"""Mood self-reports: ``*.mood.csv`` or ``*.mood.json``.

Every report rates exactly the policy's emotions (``schedule.emotions``) with
integers on [``schedule.mood_scale_min``, ``schedule.mood_scale_max``].  A file
is rejected as a whole on the first bad report: a self-report with a wrong
scale or a foreign emotion list means the prompt was not the approved one.
"""

from __future__ import annotations

import json

from ..item import ItemResult
from ._common import decode_text, now_or, parse_iso, plausible_time, reject


def read_mood(path, data: bytes, policy, *, suffix: str | None = None,
              now: float | None = None) -> ItemResult:
    now = now_or(now)
    reports = _parse_json(path, data) if suffix == ".mood.json" else _parse_csv(path, data, policy)
    if not reports:
        reject(path, "no_reports", "the file holds no report")
    out = [_validate(path, i, t, ratings, policy, now) for i, (t, ratings) in enumerate(reports)]
    out.sort(key=lambda r: r["t"])
    rows = [(f":{i}", r) for i, r in enumerate(out)]
    return ItemResult(kind="mood", rows={"mood_reports": rows}, n_samples=len(rows),
                      t_start=out[0]["t"], t_end=out[-1]["t"])


def _validate(path, i, t_text, ratings, policy, now) -> dict:
    s = policy.schedule
    where = f"report {i + 1}"
    try:
        t = parse_iso(t_text) if isinstance(t_text, str) else None
    except (ValueError, OverflowError):
        t = None
    if t is None:
        reject(path, "bad_timestamp", f"{where}: time is not ISO 8601 with 'Z' or an offset")
    why = plausible_time(t, now)
    if why:
        reject(path, "bad_timestamp", f"{where}: time is {why}")
    if not isinstance(ratings, dict):
        reject(path, "bad_json", f"{where}: 'ratings' must be an object")
    emotions = list(s.emotions)
    unknown = sorted(k for k in ratings if k not in emotions)
    if unknown:
        reject(path, "unknown_emotion",
               f"{where}: {len(unknown)} emotion(s) not in schedule.emotions")
    missing = [e for e in emotions if e not in ratings]
    if missing:
        reject(path, "missing_emotion", f"{where}: no rating for {', '.join(missing)}")
    lo, hi = int(s.mood_scale_min), int(s.mood_scale_max)
    clean = {}
    for e in emotions:
        v = ratings[e]
        if isinstance(v, bool) or not isinstance(v, int):
            reject(path, "bad_rating", f"{where}: the rating of {e} is not an integer")
        if not lo <= v <= hi:
            reject(path, "rating_out_of_range",
                   f"{where}: the rating of {e} is outside [{lo}, {hi}] "
                   "(schedule.mood_scale_min, mood_scale_max)")
        clean[e] = int(v)
    return {"t": float(t), "ratings": clean}


def _parse_csv(path, data: bytes, policy):
    text = decode_text(path, data)
    lines = [ln for ln in text.splitlines() if ln.strip()]
    if not lines:
        reject(path, "bad_header", "no header line")
    header = [h.strip() for h in lines[0].split(",")]
    if not header or header[0].lower() != "time":
        reject(path, "bad_header", "the header must start with 'time'")
    names = header[1:]
    if len(set(names)) != len(names):
        reject(path, "bad_header", "an emotion column is repeated")
    emotions = set(policy.schedule.emotions)
    unknown = [n for n in names if n not in emotions]
    if unknown:
        reject(path, "unknown_emotion", f"{len(unknown)} column(s) not in schedule.emotions")
    reports = []
    for k, line in enumerate(lines[1:], start=1):
        cells = [c.strip() for c in line.split(",")]
        if len(cells) != len(header):
            reject(path, "bad_row", f"data row {k} has {len(cells)} cells, the header {len(header)}")
        ratings = {}
        for name, cell in zip(names, cells[1:], strict=True):   # lengths checked just above
            try:
                ratings[name] = int(cell)
            except ValueError:
                reject(path, "bad_rating", f"data row {k}: the rating of {name} is not an integer")
        reports.append((cells[0], ratings))
    return reports


def _parse_json(path, data: bytes):
    text = decode_text(path, data)
    try:
        doc = json.loads(text)
    except (ValueError, RecursionError):
        reject(path, "bad_json", "not valid JSON")
    if not isinstance(doc, dict) or not isinstance(doc.get("reports"), list):
        reject(path, "bad_json", 'expected {"reports": [{"time": …, "ratings": {…}}, …]}')
    reports = []
    for i, r in enumerate(doc["reports"]):
        if not isinstance(r, dict) or "time" not in r or "ratings" not in r:
            reject(path, "bad_json", f"report {i + 1} lacks 'time' or 'ratings'")
        reports.append((r["time"], r["ratings"]))
    return reports
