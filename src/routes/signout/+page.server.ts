import { redirect } from '@sveltejs/kit';
import { onPublicOrigin, signOut } from '$lib/server/auth';

export const load = () => redirect(303, '/');

export const actions = {
	default: async (event) => {
		const body = new URLSearchParams({ redirectTo: '/signin' });
		await signOut(onPublicOrigin(event, '/signout', body));
	}
};
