type ImportLog = (
	entry: {
		organisationId: string;
		userId: string;
		action: string;
		entity: string;
		entityId: string | null;
		details: Record<string, unknown>;
	},
	trx: Db
) => Promise<void>;

/**
 * What a commit will write: the preview kept for this token, or else the same file read again (and it
 * must give the same token). Reads the file outside any transaction, so a slow upload holds no lock.
 */
export async function planCommit(
	k: Db,
	organisationId: string,
	source: ByteSource | null,
	opts: ImportOptions & { token: string }
): Promise<CommitPlan> {
	const plan = kept(organisationId, opts.token);
	if (plan) return plan;
	if (!source) {
		throw new ConflictError(
			'The preview is no longer kept on the server; send the file again with the confirmation, or preview it again.'
		);
	}
	const a = await analyse(k, organisationId, source, opts);
	if ('kind' in a) throw new ValidationError([], a.message);
	if (a.plan.token !== opts.token) throw new ConflictError(CHANGED_SINCE_PREVIEW);
	return a.plan;
}

const RACED_CONSTRAINTS = new Set([
	'materials_organisation_id_code_unique',
	'material_revisions_material_id_revision_unique'
]);

/**
 * Write a commit plan in one transaction: the library must still be as the preview saw it (the same
 * current revision for every code, checked with the materials to be revised locked), then every new
 * material and new revision goes in; rejected rows are left out. A mapping the user gave is remembered
 * for the next file with the same header.
 */
export async function applyCommit(
	k: Db,
	actor: Actor,
	plan: CommitPlan,
	opts: { confirmWarnings?: boolean; fileName?: string },
	log?: ImportLog
): Promise<ImportSummary> {
	if (plan.organisationId !== actor.organisationId) throw new ConflictError(CHANGED_SINCE_PREVIEW);
	checkWarningsConfirmed(plan.counts, opts.confirmWarnings);
	let summary: ImportSummary;
	try {
		summary = await k.transaction((trx) => writeCommit(trx, actor, plan, opts.fileName, log));
	} catch (e) {
		// A material of the same code created meanwhile (outside any import) lands here.
		if (isRacedInsert(e)) throw new ConflictError(CHANGED_SINCE_PREVIEW);
		throw e;
	}
	previews.delete(`${plan.organisationId}:${plan.token}`);
	return summary;
}

/** Rows with warnings are written only once the person has confirmed them (422 until then). */
function checkWarningsConfirmed(counts: ImportCounts, confirmWarnings: boolean | undefined): void {
	if (counts.warnings > 0 && !confirmWarnings) {
		throw new ValidationError(
			[],
			`${counts.warnings} ${counts.warnings === 1 ? 'row has' : 'rows have'} warnings; confirm them to import.`,
			{},
			422
		);
	}
}

/** Whether an error is a unique violation of a material code or revision written meanwhile. */
function isRacedInsert(e: unknown): boolean {
	const pg = e as { code?: string; constraint?: string };
	return pg.code === '23505' && !!pg.constraint && RACED_CONSTRAINTS.has(pg.constraint);
}

/** The commit inside its transaction: lock, check the library is as previewed, write, remember, log. */
async function writeCommit(
	trx: Db,
	actor: Actor,
	plan: CommitPlan,
	fileName: string | undefined,
	log: ImportLog | undefined
): Promise<ImportSummary> {
	await lockForCommit(trx, actor, plan);
	await checkUnchangedSincePreview(trx, actor, plan);
	await insertNewMaterials(trx, actor, plan.added);
	await insertNewRevisions(trx, actor, plan.revised);
	const mappingSaved = await saveGivenMapping(trx, actor, plan);
	const done: ImportSummary = {
		added: plan.added.length,
		changed: plan.revised.length,
		unchanged: plan.counts.unchanged,
		rejected: plan.counts.rejected,
		mappingSaved
	};
	if (log) {
		await log(
			{
				organisationId: actor.organisationId,
				userId: actor.userId,
				action: 'import',
				entity: 'material',
				entityId: null,
				details: { ...done, file: fileName ?? null, bytes: plan.bytes, rows: plan.rows }
			},
			trx
		);
	}
	return done;
}
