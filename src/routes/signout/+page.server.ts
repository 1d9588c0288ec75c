import { redirect } from '@sveltejs/kit';
import { signOut } from '$lib/server/auth';

export const load = () => redirect(303, '/');

export const actions = {
	default: async (event) => {
		const headers = new Headers(event.request.headers);
		headers.set('content-type', 'application/x-www-form-urlencoded');
		const body = new URLSearchParams({ redirectTo: '/signin' });
		await signOut({ ...event, request: new Request(event.request.url, { method: 'POST', headers, body }) });
	}
};
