function toElement(r: Record<string, unknown>): Element {
	return {
		id: r.id as string,
		dwellingId: r.dwelling_id as string,
		position: r.position as number,
		name: r.name as string,
		kind: r.kind as ElementKind,
		area: r.area as number,
		heatFlow: r.heat_flow as Element['heatFlow'],
		buildUp: (r.build_up ?? null) as StoredBuildUp | null,
		givenU: (r.given_u ?? null) as number | null,
		givenUSource: (r.given_u_source ?? null) as string | null,
		windowParts: (r.window_parts ?? null) as WindowInput | null,
		climateId: (r.climate_id ?? null) as string | null,
		internal: (r.internal ?? null) as StoredInternal | null,
		lastResult: (r.last_result ?? null) as ElementResult | null,
		engineVersion: (r.engine_version ?? null) as string | null,
		version: r.version as number,
		createdAt: new Date(r.created_at as string).toISOString(),
		updatedAt: new Date(r.updated_at as string).toISOString()
	};
}

export type Element = {
	id: string;
	dwellingId: string;
	position: number;
	name: string;
	kind: ElementKind;
	area: number;
	heatFlow: HeatFlow;
	buildUp: StoredBuildUp | null;
	givenU: number | null;
	givenUSource: string | null;
	/** a window's or door's parts by ISO 10077-1, when its U was worked out from them */
	windowParts: WindowInput | null;
	climateId: string | null;
	internal: StoredInternal | null;
	lastResult: ElementResult | null;
	engineVersion: string | null;
	version: number;
	createdAt: string;
	updatedAt: string;
};
export type ElementWithVerdict = Element & { limit: number | null; pass: boolean | null };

**Aim of the task:**
Keep both end lines and retype everything in the records above from the line containing "engineVersion: (r.engine_version ??" through the line containing "name: string;", exactly, with nothing else.

**Solution below:**
		engineVersion: (r.engine_version ?? null) as string | null,
		version: r.version as number,
		createdAt: new Date(r.created_at as string).toISOString(),
		updatedAt: new Date(r.updated_at as string).toISOString()
	};
}

export type Element = {
	id: string;
	dwellingId: string;
	position: number;
	name: string;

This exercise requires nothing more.